/// `n` hosts of 1.2e12 Msun at resolution 1e8 Msun, seed 21; returns (results, R_vir today).
fn hosts(n: u32, options: &OrbitOptions) -> Vec<(Vec<SubhaloResult>, f64)> {
    let lt = super::planck18();
    let spec = TreeSpec {
        m_resolution_msun: 1e8,
        ..TreeSpec::milky_way_default()
    };
    let mut b = TreeBuilder::new(spec.pch08).unwrap();
    let t_end = lt.cosmology().age0_gyr();
    (0..n)
        .map(|i| {
            let mut rng = host_rng(21, HostId::new(0, 0, i), Stream::Tree);
            let h = HostHistory::from_tree(b.build(&lt, &spec, &mut rng).unwrap());
            let tmin = h
                .accretions
                .iter()
                .map(|a| a.t_infall_gyr)
                .fold(f64::INFINITY, f64::min);
            let host = EvolvingHost::from_history(&lt, &h, &HostOptions::default(), tmin);
            let mut orng = host_rng(21, HostId::new(0, 0, i), Stream::Orbits);
            let res = evolve_host_subhaloes(&lt, &h, &host, options, t_end, &mut orng);
            (res, host.snapshot(t_end).r_vir)
        })
        .collect()
}

/// Censuses of `n` synthesised Milky-Way-mass hosts (1.2e12 Msun, Planck 2018, default
/// options) at tree resolution `res_msun`, master seed 5, two threads; the cosmic time at
/// z = 6 is the clock of the pre-processing check.
fn censuses(n: u32, res_msun: f64) -> Vec<retinue::stats::HostCensus> {
    censuses_with(n, res_msun, HostOptions::default(), None)
        .into_iter()
        .map(|c| c.0)
        .collect()
}

/// `censuses` with these host options; each host's census with its galaxies as painted, and
/// with them painted again with `repaint` (same galaxy random stream; the first again
/// without).
fn censuses_with(
    n: u32,
    res_msun: f64,
    host: HostOptions,
    repaint: Option<retinue::galaxies::GalaxyOptions>,
) -> Vec<(retinue::stats::HostCensus, retinue::stats::HostCensus)> {
    use rayon::prelude::*;
    use retinue::stats::census;
    use retinue::synth::{synthesize_host, SynthOptions};
    let lt = super::planck18();
    let opts = SynthOptions {
        tree: TreeSpec {
            m_resolution_msun: res_msun,
            ..TreeSpec::milky_way_default()
        },
        host,
        orbits: Default::default(),
        galaxies: Default::default(),
        survey: Default::default(),
    };
    let t6 = lt.cosmology().age_gyr(6.0);
    (0..n)
        .into_par_iter()
        .map_init(
            || TreeBuilder::new(opts.tree.pch08).unwrap(),
            |b, i| {
                let id = HostId::new(0, 0, i);
                let mut rec = synthesize_host(&lt, &opts, 5, id, b).unwrap();
                let first = census(&rec, t6);
                if let Some(g) = &repaint {
                    let mut rng = host_rng(5, id, Stream::Galaxies);
                    rec.galaxies = retinue::galaxies::paint(
                        lt.cosmology(),
                        opts.tree.z_final,
                        g,
                        &opts.survey,
                        &rec.subhaloes,
                        &mut rng,
                    );
                }
                (first, census(&rec, t6))
            },
        )
        .collect()
}

fn median(mut v: Vec<f64>) -> f64 {
    v.sort_by(f64::total_cmp);
    let n = v.len();
    if n % 2 == 1 {
        v[n / 2]
    } else {
        0.5 * (v[n / 2 - 1] + v[n / 2])
    }
}

/// Evolved subhalo mass function of every bound object inside R_vir today (subhaloes of the
/// host and satellites of satellites alike, bound mass m, psi = m/M_vir), six hosts at a tree
/// resolution of 3e6 Msun (2.5e-6 of the host, so that N(> 1e-5) is complete), against two
/// published fits of dark-matter-only simulations, so the hosts here are the default host
/// without its disc and bulge (like with like; the same six hosts with the disc are printed:
/// the disc's depletion is checked on its own in `val_disc_depletion`):
/// * Springel et al. 2008 (MNRAS 391, 1685), the fit to their highest-resolution halo (A-1), dN/dM = a0
///   (M/m0)^-1.9 inside r50, rescaled self-similarly to R_vir of a 1.2e12 Msun host with the
///   paper's Einasto subhalo profile (fixture `population.json`,
///   `scripts/make_population_fixtures.py`; the paper's values recalled, not re-read). Band
///   (issue): within a factor 1.5 at psi = 1e-5 ... 1e-3; sampling error at 1e-3 (10 objects a
///   host) about 13%, host-to-host scatter of the fit's normalisation about 20% (common
///   practice). Measured: 0.87, 0.81, 0.80, 0.79, 0.76 from 1e-5 to 1e-3 (printed with
///   --nocapture); with the disc 0.75, 0.70, 0.68, 0.71, 0.58 (the disc's tide destroys
///   subhaloes with pericentres inside about 20 kpc, the massive ones most, which sink
///   deepest).
/// * Jiang & van den Bosch 2016 (MNRAS 458, 2848), the universal model of all orders, each
///   host's own expectation from its own z_half (`massfunction::evolved_subhaloes`, checked
///   against `jvdb16.json` in `val_jvdb16_universal_model_vs_astropy`), averaged over the
///   hosts. This fit lies 1.3-1.85 times below the Springel et al. 2008 one at psi = 1e-5 ...
///   1e-3 for these hosts (the two simulation analyses count subhaloes differently), so a
///   factor 1.5 about either fit cannot hold for both. Asserted: the mocks lie inside the
///   band spanned by the two fits, widened by the same factor 1.5 on each side
///   ([JvdB16 / 1.5, Springel08 x 1.5]); the ratio to the universal model alone is printed
///   (measured 1.61, 1.38, 1.23, 1.12, 0.98 from 1e-5 to 1e-3; first order alone 1.00-0.74)
///   and reported in docs/validation.md as not within 1.5 at psi = 1e-5.
#[test]
fn val_evolved_mass_function_vs_published_fits() {
    use retinue::massfunction::evolved_subhaloes as jvdb;
    let f = crate::common::fixture("population.json");
    let psi = crate::common::floats(&f["springel08_rescaled"]["psi_over_m_vir"]);
    let want = crate::common::floats(&f["springel08_rescaled"]["n_greater_inside_r_vir"]);
    assert_eq!(psi, retinue::stats::census::SHMF_PSI.to_vec());
    let cosmo = Cosmology::from_preset("planck18").unwrap();
    let dark = HostOptions {
        baryons: retinue::host::DiscBulgeParams::none(),
        ..HostOptions::default()
    };
    let cs: Vec<_> = censuses_with(6, 3e6, dark, None)
        .into_iter()
        .map(|c| c.0)
        .collect();
    let with_disc = censuses(6, 3e6);
    let k = cs.len() as f64;
    let mean = |cs: &[retinue::stats::HostCensus], j: usize, first: bool| {
        cs.iter()
            .map(|c| if first { c.shmf_first[j] } else { c.shmf_all[j] } as f64)
            .sum::<f64>()
            / cs.len() as f64
    };
    for j in 0..psi.len() {
        let all = mean(&cs, j, false);
        let first = mean(&cs, j, true);
        let universal = cs
            .iter()
            .map(|c| {
                let f_sub = jvdb::subhalo_mass_fraction(jvdb::dynamical_age(&cosmo, c.z_half));
                jvdb::n_greater(psi[j], f_sub)
            })
            .sum::<f64>()
            / k;
        let ratio = all / want[j];
        eprintln!(
            "N(> {:e} M_vir) = {all:.1} (first order {first:.1}; with the disc {:.1}, ratio \
             {:.2}); Springel et al. 2008 rescaled: {:.1}, ratio {ratio:.2}; Jiang & van den \
             Bosch 2016 universal: {universal:.1}, ratio {:.2} (first order {:.2})",
            psi[j],
            mean(&with_disc, j, false),
            mean(&with_disc, j, false) / want[j],
            want[j],
            all / universal,
            first / universal
        );
        assert!(
            (1.0 / 1.5..=1.5).contains(&ratio),
            "psi = {}: {all} against {}",
            psi[j],
            want[j]
        );
        assert!(
            all >= universal.min(want[j]) / 1.5 && all <= universal.max(want[j]) * 1.5,
            "psi = {}: {all} outside [{universal:.1}, {:.1}] widened by 1.5",
            psi[j],
            want[j]
        );
    }
}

===============

• **HOW TO COMPLETE THIS TASK**
Reproduce the entries exactly, starting at their first line and stopping after the line with "fn censuses(n: u32, res_msun: f64)".

• **REPLY**
/// `n` hosts of 1.2e12 Msun at resolution 1e8 Msun, seed 21; returns (results, R_vir today).
fn hosts(n: u32, options: &OrbitOptions) -> Vec<(Vec<SubhaloResult>, f64)> {
    let lt = super::planck18();
    let spec = TreeSpec {
        m_resolution_msun: 1e8,
        ..TreeSpec::milky_way_default()
    };
    let mut b = TreeBuilder::new(spec.pch08).unwrap();
    let t_end = lt.cosmology().age0_gyr();
    (0..n)
        .map(|i| {
            let mut rng = host_rng(21, HostId::new(0, 0, i), Stream::Tree);
            let h = HostHistory::from_tree(b.build(&lt, &spec, &mut rng).unwrap());
            let tmin = h
                .accretions
                .iter()
                .map(|a| a.t_infall_gyr)
                .fold(f64::INFINITY, f64::min);
            let host = EvolvingHost::from_history(&lt, &h, &HostOptions::default(), tmin);
            let mut orng = host_rng(21, HostId::new(0, 0, i), Stream::Orbits);
            let res = evolve_host_subhaloes(&lt, &h, &host, options, t_end, &mut orng);
            (res, host.snapshot(t_end).r_vir)
        })
        .collect()
}

/// Censuses of `n` synthesised Milky-Way-mass hosts (1.2e12 Msun, Planck 2018, default
/// options) at tree resolution `res_msun`, master seed 5, two threads; the cosmic time at
/// z = 6 is the clock of the pre-processing check.
fn censuses(n: u32, res_msun: f64) -> Vec<retinue::stats::HostCensus> {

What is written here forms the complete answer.